The iPhone 11 models feature unprecedented hardware for capturing and processing better photos and videos. But you may want to opt out or control two of those features: Deep Fusion and Smart HDR. (HDR stands for high dynamic range.)
The two features both attempt to use many images captured continuously over very short periods to synthesize a photo with a large dynamic range, especially to avoid blown-out highlights and muddy shadow detail, while also preserving fine detail, like hair, fur, or textile textures.

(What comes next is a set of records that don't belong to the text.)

package minimize

import (
	"fmt"
	"io"
	"math"

	"github.com/tenter-go/tenter/field"
	"github.com/tenter-go/tenter/lattice"
)

// Method says how the linear systems of a minimum are dealt with.
type Method uint8

// The methods of Minimum.
const (
	Auto   Method = iota // Newton if the factor fits Memory and Work, else LBFGS
	Newton               // damped Newton with a Cholesky factorisation by nested dissection
	LBFGS                // limited-memory BFGS without a factorisation
)

// String returns the published name of the method.
func (m Method) String() string {
	if int(m) < 3 {
		return [...]string{"auto", "Newton", "L-BFGS"}[m]
	}
	return fmt.Sprintf("method(%d)", uint8(m))
}

// Settings of a solve. The zero value works; so does a nil pointer.
type Settings struct {
	// Tolerance is the largest |residual| per hk (least residual), or the
	// largest |∂S/∂φ|/hk over free events (minimum), at which the problem
	// counts as solved. 0 means 1e-10 of the largest term of the equation,
	// see Report.Scale.
	Tolerance float64

	// Flatness is the fraction of itself, before cancellation, to which the
	// gradient of the cost must cancel for an over-determined problem to count
	// as solved. 0 means 1e-8. Least residual only.
	Flatness float64

	// Iterations limits the number of trial steps. 0 means 200, and 20000 for
	// L-BFGS.
	Iterations int

	// Damping is the first λ, in units of the largest diagonal entry of the
	// matrix. 0 means 1e-6 for the least residual and no damping for the
	// minimum.
	Damping float64

	// ResidualScale is q in the cost Σ hk r²/2q². 0 means 1. Least residual
	// only.
	ResidualScale float64

	// Lifted lists pinned events whose field equation is left out: the pin is
	// then a driven source. What it drives with is −hk times the residual
	// there, which action.Discrete.Residual gives. Least residual only.
	Lifted []lattice.Event

	// Strategy says how the least residual comes near a solution; Window is the
	// number of new slices of a window (0 means 16), Nodes the number of slice
	// pairs from which shooting marches (0 means 1; more is multiple shooting).
	Strategy Strategy
	Window   int
	Nodes    int

	// Method, Memory (bytes) and Work (floating-point operations of one
	// factorisation) choose how Minimum solves. Memory and Work limit the
	// factor of the least residual, too. 0 means 4e9 bytes and 4e12 operations.
	Method Method
	Memory float64
	Work   float64

	// ZeroModes are directions in which Stationary and Saddle do not go: the
	// outcome differs from the start, adjusted to the conditions, by nothing that
	// overlaps with any of them, ∫ a (φ − φ_start) dx dt = 0. Their values at fixed
	// events do not matter.
	ZeroModes []*field.History

	// Shifts holds translations in the same way, their directions being the
	// slopes, along an axis, of the start history adjusted to the conditions.
	// Stationary and Saddle only.
	Shifts Shift

	// MinimumNorm accepts a stationary point with a singular second variation:
	// of a block with many answers the one nearest to the start, in the sense of
	// ∫ (φ − φ_start)² dx dt, counts as converged. Stationary only.
	MinimumNorm bool

	// Reference, if not nil, is a history on the block whose Morse index,
	// under the same conditions, Stationary and Saddle count as well. It need
	// neither be stationary nor satisfy the conditions.
	Reference *field.History

	// Progress, if not nil, gets one line for every trial step.
	Progress io.Writer

	// Watch, if not nil, is called after every trial step with the history that
	// the next one starts from: the frames of the relaxation. It must neither
	// change the history nor keep it.
	Watch func(Step, *field.History)

	// Trace keeps the steps in the report.
	Trace bool
}

// with returns the settings with their defaults, or an error that names a
// number that makes no sense.
func (s *Settings) with() (Settings, error) {
	var c Settings
	if s != nil {
		c = *s
	}
	for _, v := range []struct {
		name  string
		value float64
	}{
		{"tolerance", c.Tolerance}, {"flatness", c.Flatness}, {"damping", c.Damping},
		{"residual scale", c.ResidualScale}, {"memory", c.Memory}, {"work", c.Work},
	} {
		if !(v.value >= 0) || math.IsInf(v.value, 0) {
			return c, fmt.Errorf("minimize: %s %v in the settings; want a finite number ≥ 0 (0 for the default)", v.name, v.value)
		}
	}
	if c.Iterations < 0 {
		return c, fmt.Errorf("minimize: %d iterations in the settings; want a number ≥ 0 (0 for the default)", c.Iterations)
	}
	if c.Window < 0 || c.Nodes < 0 {
		return c, fmt.Errorf("minimize: windows of %d slices and %d nodes in the settings; want numbers ≥ 0 (0 for the default)", c.Window, c.Nodes)
	}
	if c.Strategy > Dragging {
		return c, fmt.Errorf("minimize: %v in the settings; want one from Fitting to Dragging", c.Strategy)
	}
	if c.Method > LBFGS {
		return c, fmt.Errorf("minimize: %v in the settings; want Auto, Newton or LBFGS", c.Method)
	}
	set := func(v *float64, unset float64) {
		if *v == 0 {
			*v = unset
		}
	}
	set(&c.Flatness, 1e-8)
	set(&c.ResidualScale, 1)
	set(&c.Memory, 4e9)
	set(&c.Work, 4e12)
	if c.Window == 0 {
		c.Window = 16
	}
	if c.Nodes == 0 {
		c.Nodes = 1
	}
	return c, nil
}
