package minimize

import (
	"gonum.org/v1/gonum/floats"
)

// nullSpace returns k orthonormal vectors spanning what A takes nearest to zero,
// by inverse iteration of all of them at once. The pivots that were replaced in
// the factor make its inverse large on exactly these.
func (b *bordered) nullSpace(k int) [][]float64 {
	n, full := len(b.root), b.pattern.N
	space := make([][]float64, k)
	for j := range space {
		space[j] = scattered(full, uint64(j)+2)
	}
	const rounds = 4 // each gains the ratio of a replaced pivot to an eigenvalue, 1e-3 or better
	for range rounds {
		for _, v := range space {
			clear(v[n:])
		}
		b.factor.SolveMany(space, space)
		for j, v := range space {
			v = v[:n]
			b.project(v)
			for range 2 {
				for _, u := range space[:j] {
					floats.AddScaled(v, -floats.Dot(v, u[:n]), u[:n])
				}
			}
			floats.Scale(1/floats.Norm(v, 2), v)
		}
	}
	for j := range space {
		space[j] = space[j][:n]
	}
	return space
}

// outside removes from x its part in the given space and returns the length of
// that part.
func outside(x []float64, space [][]float64) float64 {
	part := make([]float64, len(space))
	for j, v := range space {
		part[j] = floats.Dot(x, v)
		floats.AddScaled(x, -part[j], v)
	}
	return floats.Norm(part, 2)
}

// solveWithin writes to dst the shortest vector for which |A·dst − x| is as small
// as it can be: A⁻¹ on what is orthogonal to the null space. The factor, whose
// replaced pivots are small, is as good as exact there up to a fraction that
// refinement removes.
func (b *bordered) solveWithin(dst, x []float64, null [][]float64) {
	rest := append([]float64(nil), x...)
	step, image := make([]float64, len(x)), make([]float64, len(x))
	clear(dst)
	outside(rest, null)
	last := floats.Norm(rest, 2)
	const most = 8
	for range most {
		b.solve(step, rest)
		outside(step, null)
		b.mul(image, step)
		floats.Sub(rest, image)
		outside(rest, null)
		size := floats.Norm(rest, 2)
		if !(size < last) {
			break
		}
		floats.Add(dst, step)
		if size < 1e-15*last || size > 0.5*last {
			break
		}
		last = size
	}
}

Smart HDR is an improvement on previous HDR approaches built into iOS for years. It requires more processing power than previous forms, and can be used on all iPhone 11 models as well as the previous generation: iPhone XR, iPhone XS, and iPhone XS Max. Smart HDR kicks in on more photos than previous flavors of HDR.
Deep Fusion relies heavily on machine learning to work at the pixel level, rather than providing more of a region-based improvement. It also can manage adding detail and dynamic differentiation on photos that largely have midtone values, which HDR traditionally performs worse at or doesn’t help with. Deep Fusion requires the A13 Bionic processor present only in iPhone 11 models. Photography with Deep Fusion was added in iOS 13.2.
You can disable Smart HDR with a switch on all supported phone models at Settings > Camera > Smart HDR.
Deep Fusion, however, lacks a switch. But because of what it requires from cameras, it won’t function if the ultra-wide-angle lens is in use in an iPhone 11 model. Turning on Settings > Camera > Photos Capture Outside the Frame will disable Deep Fusion, as a result, because that over-capture mode requires use of the ultra lens.
Here’s how you can figure out or choose which photographic-enhancement algorithm will kick in.
Photos over-capture off, Smart HDR on. Deep Fusion will kick in for capturing images in low- to medium-light conditions in most cases; Smart HDR will pick up other shots in which the analysis shows it will improve them. In a small number of cases, iOS will invoke neither Deep Fusion nor Smart HDR.
Photos over-capture on, Smart HDR on. Smart HDR will engage where appropriate, often for low-light and very bright photos.
Photos over-capture off, Smart HDR off. While Apple still uses some mojo to pick the best image when you signal the shutter—the camera is essentially always capturing temporary images—it doesn’t combine multiple exposures or elements of images to produce a better shot.